1983-84: Los Angeles Lakers at Boston Celtics, 102-111: This series was the first meeting between Larry Bird and Magic Johnson in the NBA Finals. The Celts won this one in pretty easily. The Lakers trailed all game only to push it close at the end before the Celts clinched. Bird had a nice game (20 points and 12 rebounds) but it was a role player, Cedric Maxwell, who really had the great Game 7. Maxwell put up 24 points, 8 boards, and 8 assists, AND forced a key steal to stave of the Lakers comeback in the end.

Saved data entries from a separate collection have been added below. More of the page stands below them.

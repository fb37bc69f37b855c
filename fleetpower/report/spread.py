"""A spread run as a JSON-ready dict, its terminal rendering and its figures.

The terminal figures come from the dict (as for every other report), so ``--json`` and
the table agree. Owns: :func:`spread_to_dict`, :func:`render_spread`,
:func:`spread_figures`. May import ``spread`` and the plot helpers; never the CLI.
"""

from __future__ import annotations

import math
from pathlib import Path

import numpy as np
from rich.markup import escape

from ..spread.study import SpreadResult
from .format import fmt, humanize, key_label_unit
from .terminal import numbered_notes

#: per state: quantities whose largest value is the bad end (the rest: the smallest)
_WORST_HIGH = ("p_w", "s_va", "i_rms_a", "thd_i_pct")
_WORST_LOW = ("pf", "v_dc_min_v", "v_out_min_v")

NON_ISOLATION_NOTE = (
    "NOT ISOLATED: a capacitive or resistive dropper's output sits at mains potential; "
    "every unit of this run can kill if touched or probed with earthed equipment.")


def _num(x) -> float | None:
    x = float(x)
    return x if math.isfinite(x) else None


def _spread_row(s) -> dict:
    row = {"key": s.key, "nominal": s.nominal, "distribution": s.distribution,
           "low": s.low, "high": s.high, "source": s.source}
    if s.distribution != "corners":
        row["band_pct"] = 100.0 * s.band
    if s.distribution == "normal":
        row["sigmas"] = s.sigmas
    if s.distribution == "corners":
        row["corners"] = list(s.corners)
    return row


def spread_to_dict(result: SpreadResult) -> dict:
    """Everything a spread run reports, JSON-ready (units in every key)."""
    plan, st = result.plan, result.statistics
    table = st.percentiles() if result.done else None
    figures, worst = [], []
    if table is not None:
        for name, row in table.iterrows():
            group, quantity = name.split("|", 1)
            figures.append({"group": group, "quantity": quantity,
                            **{k: _num(row[k]) for k in ("p5", "p50", "p95", "min", "max")},
                            "samples": int(row["samples"])})
            high = quantity in _WORST_HIGH or group == "stress"
            if (high or quantity in _WORST_LOW) and row["samples"] > 0:
                idx, value = st.worst(name, largest=high)
                worst.append({"group": group, "quantity": quantity,
                              "end": "max" if high else "min", "value": _num(value),
                              "unit": result.label(idx), "values": result.sample_values(idx),
                              "alike": st.alike(name, largest=high)})
    fails = st.failure_fractions() if result.done else {}
    failing = []
    for name, frac in (fails.items() if len(fails) else []):
        kind, check = name.split("|", 1)
        failing.append({"kind": kind, "check": check, "fraction": _num(frac)})
    out = {
        "design": plan.design.name,
        "file": plan.design.source,
        "topology": plan.design.topology,
        "mode": plan.mode,
        "seed": plan.seed if plan.mode == "monte-carlo" else None,
        "samples": {"requested": result.requested, "done": result.done,
                    "complete": not result.interrupted},
        "note": (f"interrupted: figures of the {result.done} of {result.requested} samples "
                 "done so far" if result.interrupted else None),
        "conditions": "each unit at its own sampled mains; stresses and limits evaluated "
                      "on each unit (the mains band replaces the fixed +10 % of `unit`)",
        "accuracy": _accuracy(plan),
        "caution": None if plan.design.is_isolated else NON_ISOLATION_NOTE,
        "tolerances": [_spread_row(s) for s in plan.spreads],
        "figures": figures,
        "failing": failing,
        "worst": worst,
        "ageing": None,
        "solve_s": result.solve_s,
        "warnings": [w.message for w in plan.range_warnings],
        "range_warnings": [w.to_dict() for w in plan.range_warnings],
    }
    ag = result.ageing
    if ag is not None:
        out["ageing"] = {
            "state": ag.state, "load_a": ag.load_a, "units": ag.units,
            "loss_per_year_pct": 100.0 * ag.loss_per_year,
            "voltage_accelerated": ag.voltage_accelerated,
            "years": [{"year": y, "capacitance_pct": 100.0 * f, "delivering_pct": 100.0 * d,
                       "v_dc_min_p5_v": _num(v), "charge_pump_nominal_a": p}
                      for y, f, d, v, p in zip(ag.years, ag.capacitance_factor,
                                               ag.delivering_fraction, ag.v_dc_min_p5_v,
                                               ag.charge_pump_nominal_a, strict=True)],
            "p5_fails_year": ag.p5_fails_year,
        }
    return out


def _accuracy(plan) -> dict:
    """The run's accuracy setting and what it was measured to cost in accuracy."""
    from ..spread.study import SPREAD_SAMPLES_PER_CYCLE

    n = plan.samples_per_cycle
    measured = {256: "worst error 0.36 % of I rms, 0.011 % of P",
                2048: "worst error 0.004 % of I rms, 0.001 % of P"}.get(n)
    note = (f"{n} steps per mains cycle"
            + (" (the spread default)" if n == SPREAD_SAMPLES_PER_CYCLE else "")
            + (f"; against the reference tests: {measured}" if measured else "")
            + " (DEVELOPERS.md, Accuracy per cost)")
    return {"steps_per_cycle": n, "periodic_rtol": plan.periodic_rtol, "note": note}


def _fmt(x, unit: str = "") -> str:
    return "—" if x is None else fmt(x, 4, unit)


#: the unit of a toleranced design value, read from its key's last word
_VALUE_UNITS = {"capacitance": "F", "resistance": "ohm", "voltage": "V", "frequency": "Hz",
                "inductance": "H", "current": "A", "power": "W"}


def _value_text(key: str, value: float) -> str:
    unit = next((u for w, u in _VALUE_UNITS.items() if key.endswith(w)), "")
    return fmt(value, 4, unit) if unit else f"{value:.4g}"


def render_spread(report: dict, console) -> None:
    """Print a spread report (from :func:`spread_to_dict`) as rich tables."""
    from rich import box
    from rich.table import Table

    def table(title):
        return Table(title=title, title_justify="left", box=box.SIMPLE_HEAD, pad_edge=False)

    s = report["samples"]
    what = (f"{s['done']} Monte Carlo samples (seed {report['seed']})"
            if report["mode"] == "monte-carlo" else f"{s['done']} corners")
    console.print(f"[bold]{report['design']}[/bold] — spread of a production run: {what}")
    console.print(f"Accuracy: {report['accuracy']['note']}")
    if report["note"]:
        console.print(f"[yellow]{report['note']}[/yellow]")
    if report["caution"]:
        console.print(f"[bold red]{report['caution']}[/bold red]")
    for w in report.get("warnings", []):
        console.print(f"[yellow]Warning: {escape(humanize(w))}[/yellow]")
    t = table("Toleranced values")
    for col in ("key", "nominal", "distribution", "band", "source"):
        t.add_column(col, overflow="fold", no_wrap=col == "key")
    sources: list[str] = []  # said once each, in full, under the table
    for r in report["tolerances"]:
        band = (f"±{r['band_pct']:g} %" + (f" = {r['sigmas']:g} σ" if "sigmas" in r else "")
                if "band_pct" in r else ", ".join(f"{c:.4g}" for c in r["corners"]))
        if r["source"] not in sources:
            sources.append(r["source"])
        t.add_row(r["key"], _value_text(r["key"], r["nominal"]), r["distribution"], band,
                  f"[{sources.index(r['source']) + 1}]")
    console.print(t)
    console.print(numbered_notes(sources))
    t = table(f"Percentiles ({report['conditions']})")
    for col in ("group", "quantity", "P5", "P50", "P95", "max"):
        t.add_column(col, justify="right" if col[0] in "Pm" else "left", overflow="fold")
    for r in report["figures"]:
        label, unit = key_label_unit(r["quantity"])
        t.add_row(r["group"], label, *[_fmt(r[k], unit) for k in ("p5", "p50", "p95", "max")])
    console.print(t)
    t = table("Units failing")
    for col in ("kind", "check", "failing"):
        t.add_column(col, justify="right" if col == "failing" else "left", overflow="fold")
    for r in report["failing"]:
        pct = "-" if r["fraction"] is None else f"{100 * r['fraction']:.1f} %"
        t.add_row(r["kind"], humanize(r["check"]), pct)
    console.print(t)
    if report["worst"]:
        t = table("Worst unit per figure")
        for col in ("group", "quantity", "end", "value", "which unit"):
            t.add_column(col, overflow="fold", justify="right" if col == "value" else "left")
        for r in report["worst"]:
            label, unit = key_label_unit(r["quantity"])
            # the first of several units alike (to rounding) says so
            alike = f" (+{r['alike'] - 1:,} alike)" if r["alike"] > 1 else ""
            t.add_row(r["group"], label, r["end"], _fmt(r["value"], unit), r["unit"] + alike)
        console.print(t)
    ag = report["ageing"]
    if ag:
        t = table(f"Ageing: state '{ag['state']}' ({ag['load_a'] * 1e3:.1f} mA) on "
                        f"{ag['units']} units, series capacitor loses "
                        f"{ag['loss_per_year_pct']:.2f} %/year")
        for col in ("year", "C %", "units delivering", "P5 reservoir min V",
                    "charge-pump limit (nominal) mA"):
            t.add_column(col, justify="right")
        for y in ag["years"]:
            t.add_row(str(y["year"]), f"{y['capacitance_pct']:.1f}",
                      f"{y['delivering_pct']:.1f} %", _fmt(y["v_dc_min_p5_v"]),
                      f"{y['charge_pump_nominal_a'] * 1e3:.2f}")
        console.print(t)
        year = ag["p5_fails_year"]
        last = ag["years"][-1]["year"]
        console.print(
            f"The P5 unit can no longer deliver '{ag['state']}' from year {year}."
            if year is not None else
            f"The P5 unit still delivers '{ag['state']}' at year {last}.")
    console.print(f"[dim]run time {report['solve_s']:.1f} s (solves, per-unit figures, stresses"
                  " and limits)[/dim]")


#: the figures of a spread run (:func:`spread_figures`), by file stem
SPREAD_FIGURES = ("spread_p_w", "spread_v_dc_min_v")


def spread_figures(result: SpreadResult, folder, overwrite: bool = True) -> list[Path]:
    """Write a percentile plot (empirical CDF) per state of P and of the reservoir minimum,
    PNG and SVG each (:data:`SPREAD_FIGURES`); an existing file is refused unless
    ``overwrite``."""
    from .plots import _floor_axis, _save, require_matplotlib

    plt = require_matplotlib()
    out = Path(folder)
    out.mkdir(parents=True, exist_ok=True)
    paths = []
    st = result.statistics
    for quantity, label, unit in (("p_w", "input power P [W]", "W"),
                                  ("v_dc_min_v", "reservoir minimum [V]", "V")):
        fig, ax = plt.subplots(figsize=(6.4, 4.0))
        every = []
        for state in result.plan.design.states:
            v = np.sort(st.values(f"{state}|{quantity}"))
            v = v[np.isfinite(v)]
            if v.size:
                every.append(v)
                ax.plot(v, 100.0 * (np.arange(1, v.size + 1) / v.size), label=state,
                        drawstyle="steps-post")
        for p in (5, 50, 95):
            ax.axhline(p, color="0.8", lw=0.8, zorder=0)
            ax.text(1.0, p, f" P{p}", transform=ax.get_yaxis_transform(), fontsize=7,
                    color="0.4", va="center", ha="left")
        if every:
            _floor_axis(ax, np.concatenate(every), axis="x", unit=unit)
        ax.set_ylim(0, 100)
        ax.set_xlabel(label)
        ax.set_ylabel("units at or below [%]")
        ax.set_title(f"{result.plan.design.name}: {result.done} units")
        ax.legend(title="state", fontsize=8)
        fig.tight_layout()
        paths += _save(fig, out, f"spread_{quantity}", overwrite)
        plt.close(fig)
    return paths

1987-88: Detroit Pistons at Los Angeles Lakers, 105-108: A great end to a great series. Isiah Thomas nearly helped the Pistons win Game 6 with a heroic performance (43 points, 8 assists) on a sprained ankle only to fall just short. Likewise, Game 7 was very close but the home court proved to be a big help for the Lakers. The Lakers were seemingly in control of game late in Game 7 when the Pistons fell just short. James Worthy won the MVP helped by his great Game 7 (36 points, 16 rebounds, and 10 assists).
1993-94: New York Knicks at Houston Rockets, 84-90: The match up was supposed to be Hakeem Olajuwon versus Patrick Ewing but the deciding factor in Game 7 was John Starks, and I don’t mean that in a good way. Starks, who was absolutely unconscious in Game 6, had as chance to clinch the series in that game only to have Hakeem tip his last second jumper. Starks hot shooting did not carryover to Game 7. He shot 2-18 and helped bury the Knicks chances in a pretty close game.

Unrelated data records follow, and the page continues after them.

def unit_catalogue(designs: dict[Path, Design], progress=None) -> dict[Path, dict[str, UnitFigures]]:
    """Simulate every state of every design once (cached in-process by file content)."""
    out = {}
    for k, (path, d) in enumerate(designs.items()):
        key = _key(path, d)
        if key not in _CATALOGUE_CACHE:
            res = simulate(d)
            _CATALOGUE_CACHE[key] = {
                r.state: UnitFigures(d.name, r.state, r.pq.p_w, r.pq.q1_var, r.pq.s_va,
                                     r.pq.i_rms_a, phasors_vs_voltage(r.v_v, r.i_a)[1])
                for r in res
            }
        out[path] = _CATALOGUE_CACHE[key]
        if progress:
            progress(k + 1, len(designs), d.name)
    return out


# ----------------------------------------------------------------------------------
# evaluation
# ----------------------------------------------------------------------------------
@dataclass(frozen=True)
class PhaseFigures:
    phase: str
    p_w: float
    q1_var: float
    s_va: float
    i_rms_a: float
    i1_a: float
    thd_i_pct: float
    k_factor: float
    f_hl: float
    i_h_a: np.ndarray  # h = 0..H_MAX, own-phase frame


@dataclass(frozen=True)
class FleetResult:
    """Everything ``fleetpower fleet`` reports."""

    spec: FleetSpec
    summation_label: str
    units: int
    peak_hour: int
    peak_coincident: bool
    phases: list[PhaseFigures]
    neutral_i_rms_a: float
    neutral_i1_a: float
    neutral_i_h_a: np.ndarray
    p_kw: float
    q1_kvar: float
    s_kva: float
    s_e_kva: float | None
    pf: float
    dpf: float
    hourly: pd.DataFrame
    e_kwh_per_year: float
    energy_cost: float
    demand_cost: float
    reactive_cost: float
    co2_kg_per_year: float
    i_l_a: float
    i_l_source: str
    tdd_pct: float
    compliance: list[dict]
    conductors: list[dict]
    groups: pd.DataFrame
    warnings: list[str]

    @property
    def total_cost_per_year(self) -> float:
        return self.energy_cost + self.demand_cost + self.reactive_cost


def _phase_split(count: int, phase: str, phases: list[str]) -> dict[str, int]:
    if phase != "balanced":
        return {phase: count}
    n = len(phases)
    base, extra = divmod(count, n)
    return {p: base + (1 if k < extra else 0) for k, p in enumerate(phases)}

2004-05: Detroit Pistons at San Antonio Spurs, 74-81: It took 11 years to get another Game 7. The Pistons had a 3-2 lead but blew clinching at home when Rasheed Wallace inexplicably left Robert Horry open for a big three. Game 7 in San Antonio didn’t exactly live up to the hype. It was tied through three quarters but it was a defensive grind and not a thing of beauty. Tim Duncan (25 points, 11 boards) and Manu Ginobili (23 pts, 5 rebs, 5 asts) were able to put them away in the end.
2009-10: Boston Celtics at Los Angeles Lakers, 79-83: Yet another low scoring defensive battle. Kobe Bryant scored 23 points but on 6-24 shooting (but grabbed 15 boards). Certainly a fun and close game but not a thing of beauty. Metta World Peace, unphased by his bad shooting, scored 20 points on 7-18 shooting, hit a big three late.
2013-14: San Antonio Spurs at Miami Heat, 88-95: The late Game 7 wasn’t bad but was a letdown when compared to the unbelievable Game 6, where the Spurs blew a lead on Ray Allen’s unbelievable three. The Spurs stayed close but the Heat pulled away in the fourth quarter. LeBron James had about as good a Game 7 as anyone player ever (37 points, 12 rebs). Duncan played his usual great game but Tony Parker (3-12) and Danny Green (1-12) couldn’t make a shot.
4. So who will win this Game 7?
The Cavs have comeback from the dead to make this a great series but it’s hard to see a team as good as the Warriors losing a Game 7 at home.